Species belonging to the newly established genus Kumanoa were sampled from locations worldwide. DNA sequence data from the rbcL gene, cox1 barcode region, and universal plastid amplicon (UPA) were collected. The new sequence data for the rbcL were combined with the extensive batrachospermalean rbcL data available in GenBank. Single gene rbcL results showed the genus Kumanoa to be a well-supported clade, and there was high statistical support for many of the terminal nodes. However, with this gene alone, there was very little support for any of the internal nodes. Analysis of the concatenated data set (rbcL, cox1, and UPA) provided higher statistical support across the tree. The taxa K. vittata and K. amazonensis formed a basal grade, and both were on relatively long branches. Three new species are proposed, K. holtonii, K. gudjewga, and K. novaecaledonensis; K. procarpa var. americana is raised to species level. In addition, the synonymy of K. capensis and K. breviarticulata is proposed, with K. capensis having precedence. Five new combinations are made, bringing the total number of accepted species in Kumanoa to 31. The phylogenetic analyses did not reveal any interpretable biogeographic patterns within the genus (e.g., K. spermatiophora from the tropical oceanic island Maui, Hawaii, was sister to K. faroensis from temperate midcontinental Ohio in North America). Previously hypothesized relationships among groups of species were not substantiated in the phylogenetic analyses, and no intrageneric classification is recommended based on current knowledge.

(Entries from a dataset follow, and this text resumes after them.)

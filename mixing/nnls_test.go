package mixing

import (
	"errors"
	"math"
	"math/rand/v2"
	"testing"

	"gonum.org/v1/gonum/floats/scalar"
	"gonum.org/v1/gonum/mat"
	"pgregory.net/rapid"
)

// lsRandProblem returns an m×n matrix and a right-hand side with entries
// uniform in [−1, 1).
func lsRandProblem(rnd *rand.Rand, m, n int) (*mat.Dense, []float64) {
	a := mat.NewDense(m, n, nil)
	for i := range m {
		for j := range n {
			a.Set(i, j, 2*rnd.Float64()-1)
		}
	}
	b := make([]float64, m)
	for i := range b {
		b[i] = 2*rnd.Float64() - 1
	}
	return a, b
}

// lsBrute solves min ‖A·x − b‖ subject to lo ≤ x ≤ hi by trying every
// assignment of each variable to its lower bound, its upper bound or free,
// solving the free part by QR (mat.Dense.Solve, a different factorisation
// from the one under test) and keeping the feasible assignment with the
// smallest residual. The optimum of a convex problem is one of them
// (mathematical invariant: the KKT point has each variable at a bound or
// interior with zero gradient).
func lsBrute(a *mat.Dense, b, lo, hi []float64) (x []float64, rnorm float64) {
	m, n := a.Dims()
	best := math.Inf(1)
	state := make([]int, n) // 0 lo, 1 hi, 2 free
	var rec func(j int)
	try := func() {
		cand := make([]float64, n)
		var freeCols []int
		for j := range n {
			switch state[j] {
			case 0:
				cand[j] = lo[j]
			case 1:
				cand[j] = hi[j]
			default:
				freeCols = append(freeCols, j)
			}
		}
		if len(freeCols) > m {
			return
		}
		rhs := mat.NewVecDense(m, append([]float64(nil), b...))
		for j := range n {
			if state[j] != 2 && cand[j] != 0 {
				for i := range m {
					rhs.SetVec(i, rhs.AtVec(i)-a.At(i, j)*cand[j])
				}
			}
		}
		if len(freeCols) > 0 {
			af := mat.NewDense(m, len(freeCols), nil)
			for k, j := range freeCols {
				for i := range m {
					af.Set(i, k, a.At(i, j))
				}
			}
			var z mat.VecDense
			if err := z.SolveVec(af, rhs); err != nil {
				return
			}
			for k, j := range freeCols {
				if z.AtVec(k) < lo[j] || z.AtVec(k) > hi[j] {
					return
				}
				cand[j] = z.AtVec(k)
			}
		}
		var ss float64
		for i := range m {
			d := b[i]
			for j := range n {
				d -= a.At(i, j) * cand[j]
			}
			ss += d * d
		}
		if r := math.Sqrt(ss); r < best {
			best, x = r, cand
		}
	}
	rec = func(j int) {
		if j == n {
			try()
			return
		}
		for st := range 3 {
			if st == 0 && math.IsInf(lo[j], -1) || st == 1 && math.IsInf(hi[j], 1) {
				continue
			}
			state[j] = st
			rec(j + 1)
		}
	}
	rec(0)
	return x, best
}

func TestNNLSBruteForce(t *testing.T) {
	t.Parallel()
	rnd := rand.New(rand.NewPCG(1, 1))
	for trial := range 400 {
		m, n := 2+rnd.IntN(7), 1+rnd.IntN(5)
		a, b := lsRandProblem(rnd, m, n)
		x, rnorm, err := NNLS(a, b)
		if err != nil {
			t.Fatalf("trial %d (%d×%d): %v", trial, m, n, err)
		}
		lo, hi := make([]float64, n), make([]float64, n)
		for j := range hi {
			hi[j] = math.Inf(1)
		}
		wantX, wantR := lsBrute(a, b, lo, hi)
		// Tolerance: the residuals agree to rounding of a well-scaled
		// problem, 1e-10 absolute on entries of order 1 (common practice
		// (no source)).
		if !scalar.EqualWithinAbsOrRel(rnorm, wantR, 1e-10, 1e-10) {
			t.Errorf("trial %d (%d×%d): rnorm %v, brute force %v", trial, m, n, rnorm, wantR)
		}
		if m < n {
			continue // x is not unique
		}
		for j := range n {
			if x[j] < 0 {
				t.Errorf("trial %d: x[%d] = %v < 0", trial, j, x[j])
			}
			// x is unique for full column rank; 1e-8 allows the
			// conditioning of random 2×1…8×5 matrices (κ below ~1e2).
			if !scalar.EqualWithinAbsOrRel(x[j], wantX[j], 1e-8, 1e-8) {
				t.Errorf("trial %d (%d×%d): x[%d] = %v, brute force %v", trial, m, n, j, x[j], wantX[j])
			}
		}
	}
}

func TestBoundedLSBruteForce(t *testing.T) {
	t.Parallel()
	rnd := rand.New(rand.NewPCG(1, 1))
	for trial := range 300 {
		m, n := 2+rnd.IntN(7), 1+rnd.IntN(4)
		a, b := lsRandProblem(rnd, m, n)
		lo, hi := make([]float64, n), make([]float64, n)
		for j := range n {
			l, h := rnd.Float64()-0.8, rnd.Float64()-0.2
			if l > h {
				l, h = h, l
			}
			switch rnd.IntN(5) {
			case 0:
				l = math.Inf(-1)
			case 1:
				h = math.Inf(1)
			case 2:
				l, h = math.Inf(-1), math.Inf(1)
			}
			lo[j], hi[j] = l, h
		}
		x, rnorm, err := BoundedLS(a, b, lo, hi)
		if err != nil {
			t.Fatalf("trial %d: %v", trial, err)
		}
		wantX, wantR := lsBrute(a, b, lo, hi)
		if wantX == nil {
			continue // brute force found no solvable assignment (m < free count everywhere)
		}
		if !scalar.EqualWithinAbsOrRel(rnorm, wantR, 1e-10, 1e-10) {
			t.Errorf("trial %d (%d×%d) lo %v hi %v: rnorm %v, brute force %v", trial, m, n, lo, hi, rnorm, wantR)
		}
		for j := range n {
			if x[j] < lo[j] || x[j] > hi[j] {
				t.Errorf("trial %d: x[%d] = %v outside [%v, %v]", trial, j, x[j], lo[j], hi[j])
			}
			if m >= n && !scalar.EqualWithinAbsOrRel(x[j], wantX[j], 1e-8, 1e-8) {
				t.Errorf("trial %d (%d×%d): x[%d] = %v, brute force %v", trial, m, n, j, x[j], wantX[j])
			}
		}
	}
}

// lsCheckKKT verifies the Karush–Kuhn–Tucker conditions of min ‖A·x − b‖
// subject to lo ≤ x ≤ hi (mathematical invariant; Lawson & Hanson 1974,
// ch. 23, theorem 23.4 for the non-negative case): with w = Aᵀ(b − A·x),
// w ≤ 0 where x is at its lower bound, w ≥ 0 at its upper bound and w ≈ 0
// in between. The tolerance follows the backward error of least squares
// by orthogonal factorisations (Higham 2002, "Accuracy and Stability of
// Numerical Algorithms", §20.2, from memory): a gradient error of order
// u·κ(A)·‖A‖·(‖A‖·‖x‖ + ‖b‖), times a safety factor of 1000 for the
// dimensions.
func lsCheckKKT(t *testing.T, label string, a *mat.Dense, b, lo, hi, x []float64) {
	t.Helper()
	m, n := a.Dims()
	r := make([]float64, m)
	for i := range m {
		r[i] = b[i]
		for j := range n {
			r[i] -= a.At(i, j) * x[j]
		}
	}
	var svd mat.SVD
	if !svd.Factorize(a, mat.SVDNone) {
		t.Fatalf("%s: SVD failed", label)
	}
	sv := svd.Values(nil)
	kappa := sv[0] / sv[len(sv)-1]
	if m < n || math.IsInf(kappa, 0) {
		kappa = 1 // the gradient condition does not involve inverting A
	}
	normA := sv[0]
	tol := 1000 * lsEps * kappa * normA * (normA*lsNorm(x) + lsNorm(b))
	for j := range n {
		w := lsColDot(a, j, r)
		switch {
		case x[j] < lo[j] || x[j] > hi[j]:
			t.Errorf("%s: x[%d] = %v outside [%v, %v]", label, j, x[j], lo[j], hi[j])
		case x[j] == lo[j] && x[j] == hi[j]:
		case x[j] == lo[j]:
			if w > tol {
				t.Errorf("%s: x[%d] at lower bound but w = %v > tol %v", label, j, w, tol)
			}
		case x[j] == hi[j]:
			if w < -tol {
				t.Errorf("%s: x[%d] at upper bound but w = %v < -tol %v", label, j, w, tol)
			}
		default:
			if math.Abs(w) > tol {
				t.Errorf("%s: x[%d] = %v interior but |w| = %v > tol %v", label, j, x[j], w, tol)
			}
		}
	}
}

func TestNNLSKKT(t *testing.T) {
	t.Parallel()
	rnd := rand.New(rand.NewPCG(1, 1))
	for trial := range 200 {
		m, n := 1+rnd.IntN(40), 1+rnd.IntN(15)
		a, b := lsRandProblem(rnd, m, n)
		x, _, err := NNLS(a, b)
		if err != nil {
			t.Fatalf("trial %d: %v", trial, err)
		}
		lo, hi := make([]float64, n), make([]float64, n)
		for j := range hi {
			hi[j] = math.Inf(1)
		}
		lsCheckKKT(t, "NNLS", a, b, lo, hi, x)
	}
}

func TestLeastSquaresReference(t *testing.T) {
	t.Parallel()
	inf := math.Inf(1)
	for _, c := range []struct {
		name    string
		a       [][]float64
		b       []float64
		lo, hi  []float64 // nil: NNLS
		want    []float64
		wantR   float64
		tol     float64
		comment string
	}{
		{
			// A 4×2 example whose unconstrained solution is (−2.5627,
			// 3.1108); the constrained one moves x₁ to 0 (from memory of a
			// textbook-style example; values confirmed with
			// scipy.optimize.nnls 1.10.1, printed to 16 digits).
			name: "4x2 one active",
			a:    [][]float64{{0.0372, 0.2869}, {0.6861, 0.7071}, {0.6233, 0.6245}, {0.6344, 0.6170}},
			b:    []float64{0.8587, 0.1781, 0.0747, 0.8405},
			want: []float64{0, 0.6929343971302934}, wantR: 0.9118420648683148, tol: 1e-13,
		},
		{
			// scipy.optimize.nnls 1.10.1 on this integer problem.
			name: "5x4 two active",
			a:    [][]float64{{1, 2, 0, 1}, {0, 1, 3, -1}, {2, -1, 1, 0}, {1, 1, 1, 1}, {-1, 0, 2, 3}},
			b:    []float64{1, -2, 3, 0.5, -1},
			want: []float64{1.2349397590361444, 0, 0, 0.144578313253012}, wantR: 2.1634978371993503, tol: 1e-13,
		},
		{
			// scipy.optimize.lsq_linear(method="bvls", tol=1e-14) 1.10.1:
			// x₁ at its upper bound, x₂ at its lower bound, x₃ and x₄ free.
			name: "5x4 bvls mixed bounds",
			a:    [][]float64{{1, 2, 0, 1}, {0, 1, 3, -1}, {2, -1, 1, 0}, {1, 1, 1, 1}, {-1, 0, 2, 3}},
			b:    []float64{1, -2, 3, 0.5, -1},
			lo:   []float64{-0.5, 0, -inf, -1}, hi: []float64{0.5, inf, 1, inf},
			want:  []float64{0.5, 0, -0.3902439024390243, 0.21341463414634157},
			wantR: 2.517015266870373, tol: 1e-13,
		},
	} {
		a := mat.NewDense(len(c.a), len(c.a[0]), nil)
		for i, row := range c.a {
			a.SetRow(i, row)
		}
		var x []float64
		var r float64
		var err error
		if c.lo == nil {
			x, r, err = NNLS(a, c.b)
		} else {
			x, r, err = BoundedLS(a, c.b, c.lo, c.hi)
		}
		if err != nil {
			t.Fatalf("%s: %v", c.name, err)
		}
		for j := range x {
			if !scalar.EqualWithinAbsOrRel(x[j], c.want[j], c.tol, c.tol) {
				t.Errorf("%s: x[%d] = %.17g, want %.17g", c.name, j, x[j], c.want[j])
			}
		}
		if !scalar.EqualWithinAbsOrRel(r, c.wantR, c.tol, c.tol) {
			t.Errorf("%s: rnorm = %.17g, want %.17g", c.name, r, c.wantR)
		}
	}
}

func TestNNLSRankDeficient(t *testing.T) {
	t.Parallel()
	rnd := rand.New(rand.NewPCG(1, 1))
	for trial := range 50 {
		// Columns 0 and 2 are equal and column 3 is the sum of columns 0
		// and 1, so A has rank 2 in 4 columns.
		base, b := lsRandProblem(rnd, 8, 2)
		a := mat.NewDense(8, 4, nil)
		for i := range 8 {
			a.Set(i, 0, base.At(i, 0))
			a.Set(i, 1, base.At(i, 1))
			a.Set(i, 2, base.At(i, 0))
			a.Set(i, 3, base.At(i, 0)+base.At(i, 1))
		}
		x, r, err := NNLS(a, b)
		if err != nil {
			t.Fatalf("trial %d: %v", trial, err)
		}
		// The residual equals that of the rank-2 problem on the cone of
		// the independent columns (mathematical invariant: both cones
		// are the same set), which is unique.
		_, want, err := NNLS(base, b)
		if err != nil {
			t.Fatal(err)
		}
		if !scalar.EqualWithinAbsOrRel(r, want, 1e-12, 1e-12) {
			t.Errorf("trial %d: rank-deficient rnorm %v, full-rank equivalent %v", trial, r, want)
		}
		lo, hi := make([]float64, 4), []float64{math.Inf(1), math.Inf(1), math.Inf(1), math.Inf(1)}
		lsCheckKKT(t, "rank-deficient", a, b, lo, hi, x)
	}
}

func TestLeastSquaresErrors(t *testing.T) {
	t.Parallel()
	a := mat.NewDense(2, 2, []float64{1, 0, 0, 1})
	inf := math.Inf(1)
	for _, c := range []struct {
		name   string
		a      *mat.Dense
		b      []float64
		lo, hi []float64
		finite bool // error wraps ErrNotFinite
	}{
		{name: "NaN in A", a: mat.NewDense(2, 2, []float64{1, math.NaN(), 0, 1}), b: []float64{1, 1}, finite: true},
		{name: "Inf in b", a: a, b: []float64{inf, 1}, finite: true},
		{name: "lo > hi", a: a, b: []float64{1, 1}, lo: []float64{0, 2}, hi: []float64{1, 1}},
		{name: "lo = +Inf", a: a, b: []float64{1, 1}, lo: []float64{0, inf}, hi: []float64{1, inf}, finite: true},
		{name: "NaN bound", a: a, b: []float64{1, 1}, lo: []float64{0, 0}, hi: []float64{math.NaN(), 1}, finite: true},
	} {
		var err error
		if c.lo == nil {
			_, _, err = NNLS(c.a, c.b)
		} else {
			_, _, err = BoundedLS(c.a, c.b, c.lo, c.hi)
		}
		if err == nil {
			t.Errorf("%s: no error", c.name)
			continue
		}
		if errors.Is(err, ErrNotFinite) != c.finite {
			t.Errorf("%s: %v (wraps ErrNotFinite: %v, want %v)", c.name, err, !c.finite, c.finite)
		}
	}
	for _, c := range []struct {
		name string
		f    func()
	}{
		{"short b", func() { _, _, _ = NNLS(a, []float64{1}) }},
		{"short bounds", func() { _, _, _ = BoundedLS(a, []float64{1, 1}, []float64{0}, []float64{1, 1}) }},
	} {
		func() {
			defer func() {
				if recover() == nil {
					t.Errorf("%s: no panic", c.name)
				}
			}()
			c.f()
		}()
	}
}

func TestNNLSConvergenceError(t *testing.T) {
	t.Parallel()
	// An identity system with b > 0 needs one subproblem per variable in
	// the Lawson–Hanson order, so a cap of 2 stops it early.
	a := mat.NewDense(4, 4, []float64{1, 0, 0, 0, 0, 1, 0, 0, 0, 0, 1, 0, 0, 0, 0, 1})
	b := []float64{1, 2, 3, 4}
	lo, hi := make([]float64, 4), []float64{math.Inf(1), math.Inf(1), math.Inf(1), math.Inf(1)}
	_, _, err := boundedLS("NNLS", a, b, lo, hi, 2)
	var ce *ConvergenceError
	if !errors.As(err, &ce) {
		t.Fatalf("got %v, want *ConvergenceError", err)
	}
	if ce.Iterations != 2 || len(ce.Best) != 4 {
		t.Fatalf("ConvergenceError %+v", ce)
	}
	// The best point is feasible and no worse than the start x = 0.
	var ss float64
	for j, v := range ce.Best {
		if v < 0 {
			t.Errorf("Best[%d] = %v < 0", j, v)
		}
		ss += (b[j] - v) * (b[j] - v)
	}
	if !scalar.EqualWithinAbsOrRel(ce.Residual, math.Sqrt(ss), 1e-14, 1e-14) || ce.Residual >= lsNorm(b) {
		t.Errorf("Residual %v (recomputed %v, start %v)", ce.Residual, math.Sqrt(ss), lsNorm(b))
	}
}

// TestBoundedLSProperties checks, on rapid-generated problems, that the
// solution is feasible, satisfies the KKT conditions and is no worse than
// random feasible points (mathematical invariants of convex least squares).
func TestBoundedLSProperties(t *testing.T) {
	t.Parallel()
	rapid.Check(t, func(rt *rapid.T) {
		m := rapid.IntRange(1, 12).Draw(rt, "m")
		n := rapid.IntRange(1, 6).Draw(rt, "n")
		vals := rapid.SliceOfN(rapid.Float64Range(-10, 10), m*n, m*n).Draw(rt, "A")
		a := mat.NewDense(m, n, vals)
		b := rapid.SliceOfN(rapid.Float64Range(-10, 10), m, m).Draw(rt, "b")
		lo := make([]float64, n)
		hi := make([]float64, n)
		for j := range n {
			l := rapid.Float64Range(-5, 5).Draw(rt, "lo")
			w := rapid.Float64Range(0, 5).Draw(rt, "width")
			lo[j], hi[j] = l, l+w
			if rapid.Bool().Draw(rt, "open") {
				hi[j] = math.Inf(1)
			}
		}
		x, r, err := BoundedLS(a, b, lo, hi)
		if err != nil {
			rt.Fatal(err)
		}
		var svd mat.SVD
		svd.Factorize(a, mat.SVDNone)
		sv := svd.Values(nil)
		kappa := 1.0
		if m >= n && sv[len(sv)-1] > 0 {
			kappa = sv[0] / sv[len(sv)-1]
		}
		tol := 1000 * lsEps * kappa * sv[0] * (sv[0]*lsNorm(x) + lsNorm(b))
		res := make([]float64, m)
		for i := range m {
			res[i] = b[i]
			for j := range n {
				res[i] -= a.At(i, j) * x[j]
			}
		}
		for j := range n {
			w := lsColDot(a, j, res)
			if x[j] < lo[j] || x[j] > hi[j] {
				rt.Fatalf("x[%d] = %v outside [%v, %v]", j, x[j], lo[j], hi[j])
			}
			if x[j] > lo[j] && x[j] < hi[j] && math.Abs(w) > tol ||
				x[j] == lo[j] && x[j] < hi[j] && w > tol || x[j] == hi[j] && x[j] > lo[j] && w < -tol {
				rt.Fatalf("KKT fails at %d: x %v in [%v, %v], w %v, tol %v", j, x[j], lo[j], hi[j], w, tol)
			}
		}
		// No feasible point does better (1e-9 relative: rounding).
		y := make([]float64, n)
		for range 5 {
			for j := range n {
				h := hi[j]
				if math.IsInf(h, 1) {
					h = lo[j] + 10
				}
				y[j] = lo[j] + rapid.Float64Range(0, 1).Draw(rt, "t")*(h-lo[j])
			}
			var ss float64
			for i := range m {
				d := b[i]
				for j := range n {
					d -= a.At(i, j) * y[j]
				}
				ss += d * d
			}
			if math.Sqrt(ss) < r*(1-1e-9)-1e-12 {
				rt.Fatalf("feasible y %v has residual %v < %v at x %v", y, math.Sqrt(ss), r, x)
			}
		}
	})
}

var lsSinkX []float64

func benchmarkLSNNLS(b *testing.B, m, n int) {
	rnd := rand.New(rand.NewPCG(1, 1))
	a, rhs := lsRandProblem(rnd, m, n)
	b.ReportAllocs()
	b.ResetTimer()
	for range b.N {
		x, _, err := NNLS(a, rhs)
		if err != nil {
			b.Fatal(err)
		}
		lsSinkX = x
	}
}

// BenchmarkNNLS81x12 is the size of a spectral fit: 81 wavelengths
// (380–780 nm at 5 nm) and 12 colorants.
func BenchmarkNNLS81x12(b *testing.B) { benchmarkLSNNLS(b, 81, 12) }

SYSTEMATICS OF THE BATRACHOSPERMALES (RHODOPHYTA)-A SYNTHESIS(1).

Recent molecular and morphological data necessitate a major taxonomic revision of the Batrachospermales, an order of red algae, distributed in freshwater habitats throughout the world. This article is a synthesis of available information with some targeted additional sequence data, resulting in a few relatively conservative taxonomic changes to begin the process of creating a natural taxonomy for the Batrachospermales. To increase the information content of our taxonomic categories, and in particular to reduce paraphyly, we describe one new genus (Kumanoa) and a new section in Batrachospermum (section Macrospora), and we amend the circumscriptions of the family Batrachospermaceae (to include Lemaneaceae and Psilosiphonaceae), the genus Batrachospermum (to exclude the sections Contorta and Hybrida, raised to genus level as Kumanoa), and the sections Aristata, Helminthoidea, and Batrachospermum of Batrachospermum. We also provide a new name, B. montagnei, for the illegitimate B. guyanense, and recognize an informal paraphyletic grouping of taxa within Batrachospermum, the "Australasica Group." This taxonomic synthesis increases the level of monophyly within the Batrachospermales but minimizes taxonomic change where data are still inadequate.